----- Data for analysis

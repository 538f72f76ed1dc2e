/**
 * Request and response shapes of the temperature planner (POST /api/v1/plan) and of the stored
 * specification. Plain zod only: the web client imports this file, and the OpenAPI document is
 * generated from it.
 */
import { z } from 'zod';
import { MAX_POINTS, durationSchema, measurementInputSchema, temperatureSchema } from '../calculators/schemas';
import { temperatureToK } from '../../science/units';
import { barrierSchema, concentrationSchema, readableDurationSchema } from '../calculators/kinetics-schemas';

/** Kelvin of a temperature for ordering checks only (NaN when it cannot be converted; the engine then names the field). */
function kelvinOf(t: { value: number; unit: 'K' | 'C' | 'F' }): number {
  try {
    return temperatureToK(t.value, t.unit);
  } catch {
    return Number.NaN;
  }
}

const finite = (what: string) =>
  z.number({ error: (issue) => (issue.input === undefined ? `${what} is required` : `${what} must be a finite number`) });
const percentOpen = (what: string) => finite(what).gt(0, 'must be above 0 %').lt(100, 'must be below 100 %');

export const specificationMeasureSchema = z.enum(['ee', 'er', 'dr', 'percentA']).meta({
  id: 'SpecificationMeasure',
  description: 'ee: % ee; er and percentA: % of the major isomer (98 for 98:2); dr: r of r:1 (20 for 20:1)',
});

/** Range of each measure's minimum, with the sentence shown when it is outside. */
export const SPEC_MINIMUM_RULES: Record<z.infer<typeof specificationMeasureSchema>, { ok: (v: number) => boolean; message: string }> = {
  ee: { ok: (v) => v > 0 && v < 100, message: 'an ee specification must lie above 0 and below 100 % ee' },
  er: { ok: (v) => v > 50 && v < 100, message: 'an er specification is the major share and must lie above 50 and below 100 %' },
  percentA: { ok: (v) => v > 50 && v < 100, message: 'a % major specification must lie above 50 and below 100 %' },
  dr: { ok: (v) => v > 1, message: 'a dr specification must be above 1 (1:1 is no selectivity)' },
};

const specificationShape = z.object({
  measure: specificationMeasureSchema,
  minimum: finite('minimum'),
  probability: finite('probability').gt(0.5, 'must be above 0.5 (a coin toss is not a specification)').lte(0.999, 'must be at most 0.999'),
  runs: z.number().int('must be a whole number').min(1).max(100).optional().meta({
    description: 'Judge the mean of this many runs instead of a single run (default 1)',
  }),
});

export const specificationSchema = specificationShape
  .superRefine((s, ctx) => {
    const rule = SPEC_MINIMUM_RULES[s.measure];
    if (rule && !rule.ok(s.minimum)) ctx.addIssue({ code: 'custom', path: ['minimum'], message: rule.message });
  })
  .meta({
    id: 'Specification',
    description: 'What a run must reach and how sure we must be, e.g. { "measure": "ee", "minimum": 99, "probability": 0.95 }',
  });
export type SpecificationInput = z.infer<typeof specificationSchema>;

const runSchema = z
  .object({ temperature: temperatureSchema, conversionPercent: percentOpen('conversionPercent'), time: durationSchema })
  .meta({ id: 'PlanRateRun' });

const rateFields = {
  runs: z.array(runSchema).min(2, 'give at least two runs').max(MAX_POINTS, `at most ${MAX_POINTS} runs`),
  order: z.enum(['first', 'pseudo-first', 'second']).default('first'),
  limiting: concentrationSchema.optional().meta({ description: 'pseudo-first order: the limiting reagent' }),
  excess: concentrationSchema.optional().meta({ description: 'pseudo-first order: the reagent in excess' }),
  initial: concentrationSchema.optional().meta({ description: 'second order: the equal starting concentrations' }),
  targetConversionPercent: percentOpen('targetConversionPercent'),
  maxTime: durationSchema.optional().meta({ description: 'Longest allowed reaction time; a constraint on the plan' }),
  lowConversionPercent: finite('lowConversionPercent').gt(0).lt(100).default(10).meta({
    description: 'Runs below this conversion are flagged (default 10 %)',
  }),
};

function requireConcentrations(r: { order: string; limiting?: unknown; excess?: unknown; initial?: unknown }, ctx: z.RefinementCtx) {
  if (r.order === 'pseudo-first') {
    if (!r.limiting) ctx.addIssue({ code: 'custom', path: ['limiting'], message: 'pseudo-first order needs the limiting concentration' });
    if (!r.excess) ctx.addIssue({ code: 'custom', path: ['excess'], message: 'pseudo-first order needs the excess concentration' });
  }
  if (r.order === 'second' && !r.initial)
    ctx.addIssue({ code: 'custom', path: ['initial'], message: 'second order needs the starting concentration' });
}

export const planRateSchema = z
  .object(rateFields)
  .superRefine(requireConcentrations)
  .meta({ id: 'PlanRate', description: "The main reaction's rate from runs: conversion reached after a time at a temperature." });

/** A stored campaign's rate: the runs default to the campaign's own runs that carry conversion and time. */
export const campaignPlanRateSchema = z
  .object({ ...rateFields, runs: rateFields.runs.optional() })
  .superRefine(requireConcentrations)
  .meta({ id: 'CampaignPlanRate' });

export const planHoldSchema = z
  .object({
    barrier: barrierSchema.meta({ description: 'Racemization or epimerization barrier of the product' }),
    time: durationSchema,
    floorEePercent: percentOpen('floorEePercent').meta({ description: 'ee (de for a dr measure) that must remain after the hold' }),
  })
  .meta({ id: 'PlanHold', description: 'A planned hold before isolation and the ee floor after it.' });

export const planRuleSchema = z.enum(['warmest', 'coldest', 'middle']).meta({
  id: 'PlanRule',
  description: 'warmest (default): the warmest temperature where every constraint holds; coldest; middle of the window',
});

const planFields = {
  weighting: z.enum(['none', 'uncertainty']).default('none'),
  uncertaintyScale: z.enum(['absolute', 'relative']).default('absolute'),
  newRunUncertainty: finite('newRunUncertainty').positive('must be greater than zero').optional().meta({
    description:
      "The assay's precision for one new run, in the specification measure's units (ee: % points; er/percentA: points of the major share; dr: relative SD of r)",
  }),
  temperatures: z
    .object({ from: temperatureSchema, to: temperatureSchema })
    .superRefine((r, ctx) => {
      const from = kelvinOf(r.from);
      const to = kelvinOf(r.to);
      if (Number.isFinite(from) && Number.isFinite(to) && !(to > from)) {
        ctx.addIssue({ code: 'custom', path: ['to'], message: 'must be warmer than temperatures.from (the range runs cold to warm)' });
      }
    })
    .meta({ description: 'The allowed (jacket) range, coldest to warmest' }),
  at: z.array(temperatureSchema).max(MAX_POINTS, `at most ${MAX_POINTS} temperatures`).default([]),
  hold: planHoldSchema.optional(),
  applyAtProbability: z.boolean().default(false).meta({
    description: 'Apply the time and hold constraints at the required probability instead of at the central estimate',
  }),
  rule: planRuleSchema.default('warmest'),
  nextRuns: z
    .object({
      count: z.number().int('must be a whole number').min(1, 'at least 1').max(24, 'at most 24'),
      at: temperatureSchema.optional().meta({ description: 'Default: the recommended temperature' }),
    })
    .optional(),
  curvePoints: z.number().int().min(2).max(2001).default(121),
};

export const planRequestSchema = z
  .object({
    ...planFields,
    measurements: z
      .array(measurementInputSchema)
      .min(1, 'give at least three measurements')
      .max(MAX_POINTS, `at most ${MAX_POINTS} measurements`),
    specification: specificationSchema,
    rate: planRateSchema.optional(),
  })
  .meta({ id: 'PlanRequest' });
export type PlanRequest = z.infer<typeof planRequestSchema>;
export type PlanRequestInput = z.input<typeof planRequestSchema>;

----------

Requirement
All the records above need to be output exactly, with none omitted.

Answer to the exercise
repository 538f72f76ed1dc2e
/**
 * Request and response shapes of the temperature planner (POST /api/v1/plan) and of the stored
 * specification. Plain zod only: the web client imports this file, and the OpenAPI document is
 * generated from it.
 */
import { z } from 'zod';
import { MAX_POINTS, durationSchema, measurementInputSchema, temperatureSchema } from '../calculators/schemas';
import { temperatureToK } from '../../science/units';
import { barrierSchema, concentrationSchema, readableDurationSchema } from '../calculators/kinetics-schemas';

/** Kelvin of a temperature for ordering checks only (NaN when it cannot be converted; the engine then names the field). */
function kelvinOf(t: { value: number; unit: 'K' | 'C' | 'F' }): number {
  try {
    return temperatureToK(t.value, t.unit);
  } catch {
    return Number.NaN;
  }
}

const finite = (what: string) =>
  z.number({ error: (issue) => (issue.input === undefined ? `${what} is required` : `${what} must be a finite number`) });
const percentOpen = (what: string) => finite(what).gt(0, 'must be above 0 %').lt(100, 'must be below 100 %');

export const specificationMeasureSchema = z.enum(['ee', 'er', 'dr', 'percentA']).meta({
  id: 'SpecificationMeasure',
  description: 'ee: % ee; er and percentA: % of the major isomer (98 for 98:2); dr: r of r:1 (20 for 20:1)',
});

/** Range of each measure's minimum, with the sentence shown when it is outside. */
export const SPEC_MINIMUM_RULES: Record<z.infer<typeof specificationMeasureSchema>, { ok: (v: number) => boolean; message: string }> = {
  ee: { ok: (v) => v > 0 && v < 100, message: 'an ee specification must lie above 0 and below 100 % ee' },
  er: { ok: (v) => v > 50 && v < 100, message: 'an er specification is the major share and must lie above 50 and below 100 %' },
  percentA: { ok: (v) => v > 50 && v < 100, message: 'a % major specification must lie above 50 and below 100 %' },
  dr: { ok: (v) => v > 1, message: 'a dr specification must be above 1 (1:1 is no selectivity)' },
};

const specificationShape = z.object({
  measure: specificationMeasureSchema,
  minimum: finite('minimum'),
  probability: finite('probability').gt(0.5, 'must be above 0.5 (a coin toss is not a specification)').lte(0.999, 'must be at most 0.999'),
  runs: z.number().int('must be a whole number').min(1).max(100).optional().meta({
    description: 'Judge the mean of this many runs instead of a single run (default 1)',
  }),
});

export const specificationSchema = specificationShape
  .superRefine((s, ctx) => {
    const rule = SPEC_MINIMUM_RULES[s.measure];
    if (rule && !rule.ok(s.minimum)) ctx.addIssue({ code: 'custom', path: ['minimum'], message: rule.message });
  })
  .meta({
    id: 'Specification',
    description: 'What a run must reach and how sure we must be, e.g. { "measure": "ee", "minimum": 99, "probability": 0.95 }',
  });
export type SpecificationInput = z.infer<typeof specificationSchema>;

const runSchema = z
  .object({ temperature: temperatureSchema, conversionPercent: percentOpen('conversionPercent'), time: durationSchema })
  .meta({ id: 'PlanRateRun' });

const rateFields = {
  runs: z.array(runSchema).min(2, 'give at least two runs').max(MAX_POINTS, `at most ${MAX_POINTS} runs`),
  order: z.enum(['first', 'pseudo-first', 'second']).default('first'),
  limiting: concentrationSchema.optional().meta({ description: 'pseudo-first order: the limiting reagent' }),
  excess: concentrationSchema.optional().meta({ description: 'pseudo-first order: the reagent in excess' }),
  initial: concentrationSchema.optional().meta({ description: 'second order: the equal starting concentrations' }),
  targetConversionPercent: percentOpen('targetConversionPercent'),
  maxTime: durationSchema.optional().meta({ description: 'Longest allowed reaction time; a constraint on the plan' }),
  lowConversionPercent: finite('lowConversionPercent').gt(0).lt(100).default(10).meta({
    description: 'Runs below this conversion are flagged (default 10 %)',
  }),
};

function requireConcentrations(r: { order: string; limiting?: unknown; excess?: unknown; initial?: unknown }, ctx: z.RefinementCtx) {
  if (r.order === 'pseudo-first') {
    if (!r.limiting) ctx.addIssue({ code: 'custom', path: ['limiting'], message: 'pseudo-first order needs the limiting concentration' });
    if (!r.excess) ctx.addIssue({ code: 'custom', path: ['excess'], message: 'pseudo-first order needs the excess concentration' });
  }
  if (r.order === 'second' && !r.initial)
    ctx.addIssue({ code: 'custom', path: ['initial'], message: 'second order needs the starting concentration' });
}

export const planRateSchema = z
  .object(rateFields)
  .superRefine(requireConcentrations)
  .meta({ id: 'PlanRate', description: "The main reaction's rate from runs: conversion reached after a time at a temperature." });

/** A stored campaign's rate: the runs default to the campaign's own runs that carry conversion and time. */
export const campaignPlanRateSchema = z
  .object({ ...rateFields, runs: rateFields.runs.optional() })
  .superRefine(requireConcentrations)
  .meta({ id: 'CampaignPlanRate' });

export const planHoldSchema = z
  .object({
    barrier: barrierSchema.meta({ description: 'Racemization or epimerization barrier of the product' }),
    time: durationSchema,
    floorEePercent: percentOpen('floorEePercent').meta({ description: 'ee (de for a dr measure) that must remain after the hold' }),
  })
  .meta({ id: 'PlanHold', description: 'A planned hold before isolation and the ee floor after it.' });

export const planRuleSchema = z.enum(['warmest', 'coldest', 'middle']).meta({
  id: 'PlanRule',
  description: 'warmest (default): the warmest temperature where every constraint holds; coldest; middle of the window',
});

const planFields = {
  weighting: z.enum(['none', 'uncertainty']).default('none'),
  uncertaintyScale: z.enum(['absolute', 'relative']).default('absolute'),
  newRunUncertainty: finite('newRunUncertainty').positive('must be greater than zero').optional().meta({
    description:
      "The assay's precision for one new run, in the specification measure's units (ee: % points; er/percentA: points of the major share; dr: relative SD of r)",
  }),
  temperatures: z
    .object({ from: temperatureSchema, to: temperatureSchema })
    .superRefine((r, ctx) => {
      const from = kelvinOf(r.from);
      const to = kelvinOf(r.to);
      if (Number.isFinite(from) && Number.isFinite(to) && !(to > from)) {
        ctx.addIssue({ code: 'custom', path: ['to'], message: 'must be warmer than temperatures.from (the range runs cold to warm)' });
      }
    })
    .meta({ description: 'The allowed (jacket) range, coldest to warmest' }),
  at: z.array(temperatureSchema).max(MAX_POINTS, `at most ${MAX_POINTS} temperatures`).default([]),
  hold: planHoldSchema.optional(),
  applyAtProbability: z.boolean().default(false).meta({
    description: 'Apply the time and hold constraints at the required probability instead of at the central estimate',
  }),
  rule: planRuleSchema.default('warmest'),
  nextRuns: z
    .object({
      count: z.number().int('must be a whole number').min(1, 'at least 1').max(24, 'at most 24'),
      at: temperatureSchema.optional().meta({ description: 'Default: the recommended temperature' }),
    })
    .optional(),
  curvePoints: z.number().int().min(2).max(2001).default(121),
};

export const planRequestSchema = z
  .object({
    ...planFields,
    measurements: z
      .array(measurementInputSchema)
      .min(1, 'give at least three measurements')
      .max(MAX_POINTS, `at most ${MAX_POINTS} measurements`),
    specification: specificationSchema,
    rate: planRateSchema.optional(),
  })
  .meta({ id: 'PlanRequest' });
export type PlanRequest = z.infer<typeof planRequestSchema>;
export type PlanRequestInput = z.input<typeof planRequestSchema>;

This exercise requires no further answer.